Stanford business school professors David F. Larcker and Brian Tayan have posted to SSRN.com Riskmetrics: The Uninvited Guest at the Equity Table:
In recent years, RiskMetrics Governance Services (RMG) has played an influential role in the proxy voting process. According to some estimates, a recommendation by RMG can sway a proxy vote by 15 to 20 percent. Several companies are highly critical of RMG and the methodology it uses to inform its recommendations - particularly as they relate to equity-based compensation plans. RMG believes that its methodology is both rigorous and objective. We take a closer look and highlight some key issues and reasons for concern.

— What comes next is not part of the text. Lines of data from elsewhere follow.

// The records below follow `parquet.thrift` of the Apache Parquet format (field numbers and types; enums
// are 32-bit integers, unions are structs). Only what a reader of this project's files decodes is needed,
// but every defined field is listed so that a file is held to the format as a whole.
const EMPTY: Record = Record {
    name: "a marker without fields",
    fields: &[],
};
const STATISTICS: Record = Record {
    name: "Statistics",
    fields: &[
        (1, Ty::Binary),
        (2, Ty::Binary),
        (3, Ty::I64),
        (4, Ty::I64),
        (5, Ty::Binary),
        (6, Ty::Binary),
        (7, Ty::Bool),
        (8, Ty::Bool),
    ],
};
const DECIMAL_TYPE: Record = Record {
    name: "DecimalType",
    fields: &[(1, Ty::I32), (2, Ty::I32)],
};
const TIME_UNIT: Record = Record {
    name: "TimeUnit",
    fields: &[
        (1, Ty::Struct(&EMPTY)),
        (2, Ty::Struct(&EMPTY)),
        (3, Ty::Struct(&EMPTY)),
    ],
};
const TIME_TYPE: Record = Record {
    name: "TimeType or TimestampType",
    fields: &[(1, Ty::Bool), (2, Ty::Struct(&TIME_UNIT))],
};
const INT_TYPE: Record = Record {
    name: "IntType",
    fields: &[(1, Ty::I8), (2, Ty::Bool)],
};
const LOGICAL_TYPE: Record = Record {
    name: "LogicalType",
    fields: &[
        (1, Ty::Struct(&EMPTY)),
        (2, Ty::Struct(&EMPTY)),
        (3, Ty::Struct(&EMPTY)),
        (4, Ty::Struct(&EMPTY)),
        (5, Ty::Struct(&DECIMAL_TYPE)),
        (6, Ty::Struct(&EMPTY)),
        (7, Ty::Struct(&TIME_TYPE)),
        (8, Ty::Struct(&TIME_TYPE)),
        (10, Ty::Struct(&INT_TYPE)),
        (11, Ty::Struct(&EMPTY)),
        (12, Ty::Struct(&EMPTY)),
        (13, Ty::Struct(&EMPTY)),
        (14, Ty::Struct(&EMPTY)),
        (15, Ty::Struct(&EMPTY)),
    ],
};
const SCHEMA_ELEMENT: Record = Record {
    name: "SchemaElement",
    fields: &[
        (1, Ty::I32),
        (2, Ty::I32),
        (3, Ty::I32),
        (4, Ty::Binary),
        (5, Ty::I32),
        (6, Ty::I32),
        (7, Ty::I32),
        (8, Ty::I32),
        (9, Ty::I32),
        (10, Ty::Struct(&LOGICAL_TYPE)),
    ],
};
const KEY_VALUE: Record = Record {
    name: "KeyValue",
    fields: &[(1, Ty::Binary), (2, Ty::Binary)],
};
const PAGE_ENCODING_STATS: Record = Record {
    name: "PageEncodingStats",
    fields: &[(1, Ty::I32), (2, Ty::I32), (3, Ty::I32)],
};
const SIZE_STATISTICS: Record = Record {
    name: "SizeStatistics",
    fields: &[
        (1, Ty::I64),
        (2, Ty::List(&Ty::I64)),
        (3, Ty::List(&Ty::I64)),
    ],
};
const COLUMN_META_DATA: Record = Record {
    name: "ColumnMetaData",
    fields: &[
        (1, Ty::I32),
        (2, Ty::List(&Ty::I32)),
        (3, Ty::List(&Ty::Binary)),
        (4, Ty::I32),
        (5, Ty::I64),
        (6, Ty::I64),
        (7, Ty::I64),
        (8, Ty::List(&Ty::Struct(&KEY_VALUE))),
        (9, Ty::I64),
        (10, Ty::I64),
        (11, Ty::I64),
        (12, Ty::Struct(&STATISTICS)),
        (13, Ty::List(&Ty::Struct(&PAGE_ENCODING_STATS))),
        (14, Ty::I64),
        (15, Ty::I32),
        (16, Ty::Struct(&SIZE_STATISTICS)),
    ],
};
const COLUMN_KEY: Record = Record {
    name: "EncryptionWithColumnKey",
    fields: &[(1, Ty::List(&Ty::Binary)), (2, Ty::Binary)],
};
const COLUMN_CRYPTO: Record = Record {
    name: "ColumnCryptoMetaData",
    fields: &[(1, Ty::Struct(&EMPTY)), (2, Ty::Struct(&COLUMN_KEY))],
};
const COLUMN_CHUNK: Record = Record {
    name: "ColumnChunk",
    fields: &[
        (1, Ty::Binary),
        (2, Ty::I64),
        (3, Ty::Struct(&COLUMN_META_DATA)),
        (4, Ty::I64),
        (5, Ty::I32),
        (6, Ty::I64),
        (7, Ty::I32),
        (8, Ty::Struct(&COLUMN_CRYPTO)),
        (9, Ty::Binary),
    ],
};
const SORTING_COLUMN: Record = Record {
    name: "SortingColumn",
    fields: &[(1, Ty::I32), (2, Ty::Bool), (3, Ty::Bool)],
};
const ROW_GROUP: Record = Record {
    name: "RowGroup",
    fields: &[
        (1, Ty::List(&Ty::Struct(&COLUMN_CHUNK))),
        (2, Ty::I64),
        (3, Ty::I64),
        (4, Ty::List(&Ty::Struct(&SORTING_COLUMN))),
        (5, Ty::I64),
        (6, Ty::I64),
        (7, Ty::I16),
    ],
};
const COLUMN_ORDER: Record = Record {
    name: "ColumnOrder",
    fields: &[(1, Ty::Struct(&EMPTY)), (2, Ty::Struct(&EMPTY))],
};
const AES_GCM: Record = Record {
    name: "AesGcmV1 or AesGcmCtrV1",
    fields: &[(1, Ty::Binary), (2, Ty::Binary), (3, Ty::Bool)],
};
const ENCRYPTION_ALGORITHM: Record = Record {
    name: "EncryptionAlgorithm",
    fields: &[(1, Ty::Struct(&AES_GCM)), (2, Ty::Struct(&AES_GCM))],
};
const FILE_META_DATA: Record = Record {
    name: "FileMetaData",
    fields: &[
        (1, Ty::I32),
        (2, Ty::List(&Ty::Struct(&SCHEMA_ELEMENT))),
        (3, Ty::I64),
        (4, Ty::List(&Ty::Struct(&ROW_GROUP))),
        (5, Ty::List(&Ty::Struct(&KEY_VALUE))),
        (6, Ty::Binary),
        (7, Ty::List(&Ty::Struct(&COLUMN_ORDER))),
        (8, Ty::Struct(&ENCRYPTION_ALGORITHM)),
        (9, Ty::Binary),
    ],
};
const DATA_PAGE_HEADER: Record = Record {
    name: "DataPageHeader",
    fields: &[
        (1, Ty::I32),
        (2, Ty::I32),
        (3, Ty::I32),
        (4, Ty::I32),
        (5, Ty::Struct(&STATISTICS)),
    ],
};
const DICTIONARY_PAGE_HEADER: Record = Record {
    name: "DictionaryPageHeader",
    fields: &[(1, Ty::I32), (2, Ty::I32), (3, Ty::Bool)],
};
const DATA_PAGE_HEADER_V2: Record = Record {
    name: "DataPageHeaderV2",
    fields: &[
        (1, Ty::I32),
        (2, Ty::I32),
        (3, Ty::I32),
        (4, Ty::I32),
        (5, Ty::I32),
        (6, Ty::I32),
        (7, Ty::Bool),
        (8, Ty::Struct(&STATISTICS)),
    ],
};
const PAGE_HEADER: Record = Record {
    name: "PageHeader",
    fields: &[
        (1, Ty::I32),
        (2, Ty::I32),
        (3, Ty::I32),
        (4, Ty::I32),
        (5, Ty::Struct(&DATA_PAGE_HEADER)),
        (6, Ty::Struct(&EMPTY)),
        (7, Ty::Struct(&DICTIONARY_PAGE_HEADER)),
        (8, Ty::Struct(&DATA_PAGE_HEADER_V2)),
    ],
};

The brief case study provides further detail on RiskMetrics growing power:
Over time, RMG increasingly has assumed a central position in the proxy voting process. It counts over 1,700 institutional investors as clients, managing an estimated $25 trillion in equity securities.3 Its opinions are cited in the media. According to some estimates, a recommendation by RMG can sway a proxy vote by 15 to 20 percent.4 ...

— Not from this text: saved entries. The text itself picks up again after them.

/// The first-order sample autocorrelation r₁ = Σ_{t≥2} (x_t − x̄)(x_{t−1} − x̄) / Σ_t (x_t − x̄)² (Box,
/// Jenkins & Reinsel, Time Series Analysis, eq. 2.1.12); `None` for fewer than three values or a constant
/// series.
pub fn autocorrelation(x: &[f64]) -> Option<f64> {
    if x.len() < 3 {
        return None;
    }
    let mean = x.iter().sum::<f64>() / x.len() as f64;
    let den: f64 = x.iter().map(|v| (v - mean).powi(2)).sum();
    if den <= 0.0 || !den.is_finite() {
        return None;
    }
    let num: f64 = x.windows(2).map(|w| (w[1] - mean) * (w[0] - mean)).sum();
    Some(num / den)
}

/// The large-sample standard error of r₁ when the series is a first-order autoregression with
/// coefficient r₁: √((1 − r₁²)/n) (Bartlett 1946; Box, Jenkins & Reinsel, §2.1.6).
pub fn standard_error(r1: f64, n: usize) -> f64 {
    ((1.0 - r1 * r1).max(0.0) / n as f64).sqrt()
}

/// Geltner's unsmoothing of observed (appraisal) returns: R_t = (R*_t − ρ R*_{t−1}) / (1 − ρ) (Geltner,
/// "Estimating market values from appraised values without assuming an efficient market", Journal of
/// Real Estate Research 8(3), 1993). The first return has no predecessor and is kept as observed (taking
/// R*_0 = R*_1, which gives R_1 = R*_1).
pub fn geltner(observed: &[f64], rho: f64) -> Vec<f64> {
    observed
        .iter()
        .enumerate()
        .map(|(t, r)| match t {
            0 => *r,
            _ => (r - rho * observed[t - 1]) / (1.0 - rho),
        })
        .collect()
}

/// The sample standard deviation (n − 1).
pub fn volatility(x: &[f64]) -> f64 {
    if x.len() < 2 {
        return 0.0;
    }
    let mean = x.iter().sum::<f64>() / x.len() as f64;
    (x.iter().map(|v| (v - mean).powi(2)).sum::<f64>() / (x.len() - 1) as f64).sqrt()
}

/// A price index rebuilt from `first` and the returns: P_t = P_{t−1}(1 + R_t).
pub fn rebuild(first: f64, returns: &[f64]) -> Vec<f64> {
    let mut out = Vec::with_capacity(returns.len() + 1);
    out.push(first);
    for r in returns {
        out.push(out.last().expect("non-empty") * (1.0 + r));
    }
    out
}

/// Computes every kept asset's valuation facts and unsmooths the assets whose metadata asks for it,
/// replacing their window and full-history prices by the rebuilt index. Returns the findings: a `fail`
/// when an estimated ρ is above [`MAX_GELTNER_RHO`] or an unsmoothed return is −100% or below, a `warn`
/// for each appraisal-like series that is not unsmoothed.
pub fn unsmooth(cfg: &Config, data: &mut MarketData) -> Vec<Check> {
    let start = data.full_dates.len() - data.dates.len();
    let mut findings = Vec::new();
    let mut facts = Vec::with_capacity(data.assets.len());
    for j in 0..data.assets.len() {
        let observed = returns(&data.prices[j]);
        let r1 = autocorrelation(&observed);
        let mut fact = AssetValuation {
            asset: data.assets[j].clone(),
            valuation: data.meta[j].valuation,
            autocorrelation: r1,
            standard_error: r1.map(|r| standard_error(r, observed.len())),
            returns: observed.len(),
            unsmoothed: None,
        };
        if data.meta[j].geltner {
            match treat(cfg, data, j, start, &observed, &fact) {
                Ok(u) => fact.unsmoothed = Some(u),
                Err(fail) => findings.push(fail),
            }
        }
        facts.push(fact);
    }
    findings.extend(autocorrelation_flag(cfg, &facts));
    findings.extend(treated_note(cfg, &facts));
    data.valuation = facts;
    findings
}

/// A `pass` finding naming each unsmoothed asset with its ρ, so the checks say what was done to the data
/// (none when no asset is unsmoothed).
fn treated_note(cfg: &Config, facts: &[AssetValuation]) -> Option<Check> {
    let treated: Vec<String> = facts
        .iter()
        .filter_map(|f| {
            let u = f.unsmoothed.as_ref()?;
            Some(format!(
                "`{}` with {} ρ = {:.2}",
                f.asset, u.rho_source, u.rho
            ))
        })
        .collect();
    (!treated.is_empty()).then(|| {
        Check::pass(
            "quality.unsmoothed",
            format!(
                "Geltner unsmoothing of appraisal-valued {} returns: {}; observed and unsmoothed volatilities in the data appendix",
                cfg.scenarios.frequency.word(),
                treated.join(", ")
            ),
        )
    })
}

/// Unsmooths asset `j` with its given or estimated ρ; a `fail` finding when that cannot be done.
fn treat(
    cfg: &Config,
    data: &mut MarketData,
    j: usize,
    start: usize,
    observed: &[f64],
    fact: &AssetValuation,
) -> std::result::Result<Unsmoothed, Check> {
    let asset = &data.assets[j];
    let (rho, rho_source) = match cfg.scenarios.geltner_rho.get(asset) {
        Some(rho) => (*rho, "given"),
        None => (estimated_rho(cfg, fact)?, "estimated"),
    };
    let full = unsmooth_series(&data.full_prices[j], rho).map_err(|t| {
        Check::fail(
            "quality.unsmoothing",
            format!(
                "{}: unsmoothing `{asset}` with ρ = {rho:.3} gives a return of −100% or below on {} (Geltner: R = (R* − ρ·R*₋₁)/(1 − ρ)), so no price index can be rebuilt; give a smaller ρ in scenarios.geltner_rho",
                cfg.price_file().display(),
                data.full_dates[t]
            ),
        )
    })?;
    data.prices[j] = full[start..].to_vec();
    data.full_prices[j] = full;
    Ok(Unsmoothed {
        rho,
        rho_source,
        observed_volatility: volatility(observed),
        unsmoothed_volatility: volatility(&returns(&data.prices[j])),
    })
}

/// The estimated ρ: r₁ over the scenario window, 0 when r₁ is negative or undefined (nothing to
/// unsmooth); a `fail` finding above [`MAX_GELTNER_RHO`].
fn estimated_rho(cfg: &Config, fact: &AssetValuation) -> std::result::Result<f64, Check> {
    let r1 = fact.autocorrelation.unwrap_or(0.0);
    if r1 > MAX_GELTNER_RHO {
        return Err(Check::fail(
            "quality.unsmoothing",
            format!(
                "{}: the estimated Geltner ρ of `{}` is {r1:.3} (standard error {:.3}, {} {} returns), above the {MAX_GELTNER_RHO} tailpack unsmooths with; give ρ in scenarios.geltner_rho.{} or check the series",
                cfg.price_file().display(),
                fact.asset,
                fact.standard_error.unwrap_or(0.0),
                fact.returns,
                cfg.scenarios.frequency.word(),
                fact.asset
            ),
        ));
    }
    Ok(r1.max(0.0))
}

/// Unsmooths a full price series (NaN where missing and not filled): each run of prices is rebuilt from
/// its first price and its unsmoothed returns. `Err(row)` names the first row whose unsmoothed return is
/// −100% or below (or not finite).
pub fn unsmooth_series(prices: &[f64], rho: f64) -> std::result::Result<Vec<f64>, usize> {
    let mut out = prices.to_vec();
    let mut i = 0;
    while i < prices.len() {
        if !prices[i].is_finite() {
            i += 1;
            continue;
        }
        let end = (i..prices.len())
            .find(|&k| !prices[k].is_finite())
            .unwrap_or(prices.len());
        let r = geltner(&returns(&prices[i..end]), rho);
        if let Some(t) = r.iter().position(|x| !(x.is_finite() && *x > -1.0)) {
            return Err(i + t + 1);
        }
        out[i..end].copy_from_slice(&rebuild(prices[i], &r));
        i = end;
    }
    Ok(out)
}

/// Assets not unsmoothed whose returns look appraisal-smoothed: first-order autocorrelation at or above
/// `quality.autocorrelation_flag` and more than two standard errors of a white-noise series (2/√n, Box,
/// Jenkins & Reinsel §2.1.6) above zero. No finding when none does, so a clean run's checks are unchanged.
fn autocorrelation_flag(cfg: &Config, facts: &[AssetValuation]) -> Option<Check> {
    let flagged: Vec<String> = facts
        .iter()
        .filter(|f| f.unsmoothed.is_none())
        .filter_map(|f| {
            let r1 = f.autocorrelation?;
            let noise = 2.0 / (f.returns as f64).sqrt();
            (r1 >= cfg.quality.autocorrelation_flag && r1 > noise).then(|| {
                format!(
                    "`{}` (r₁ = {r1:.2}, standard error {:.2}, {} returns)",
                    f.asset,
                    f.standard_error.unwrap_or(0.0),
                    f.returns
                )
            })
        })
        .collect();
    (!flagged.is_empty()).then(|| {
        Check::warn(
            "quality.appraisal_autocorrelation",
            format!(
                "appraisal-like returns (first-order autocorrelation at or above quality.autocorrelation_flag = {}, as smoothed valuations show; risk is understated): {}; mark the asset `smoothing: geltner` in {} or check the feed",
                cfg.quality.autocorrelation_flag,
                flagged.join(", "),
                cfg.assets.display()
            ),
        )
    })
}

Several companies are highly critical of the proxy advisory firm’s influence. For example Tesco, the British retail chain, wrote a letter to regulators expressing “concern about unengaged fund managers increasingly delegating voting decisions.”7 Others question RMG’s methodology. The chairman of Kingsgate Consolidated called the firm’s analysis of his company’s compensation plan “particularly flawed” and indicative of a “tick-a-box mentality.”8
The conflicts of interest at proxy advisory services like RiskMetrics are at least as severe as those at the now infamous bond rating agencies. As the SEC continues to explore proxy plumbing, the power of RiskMetrics needs to be on the agenda.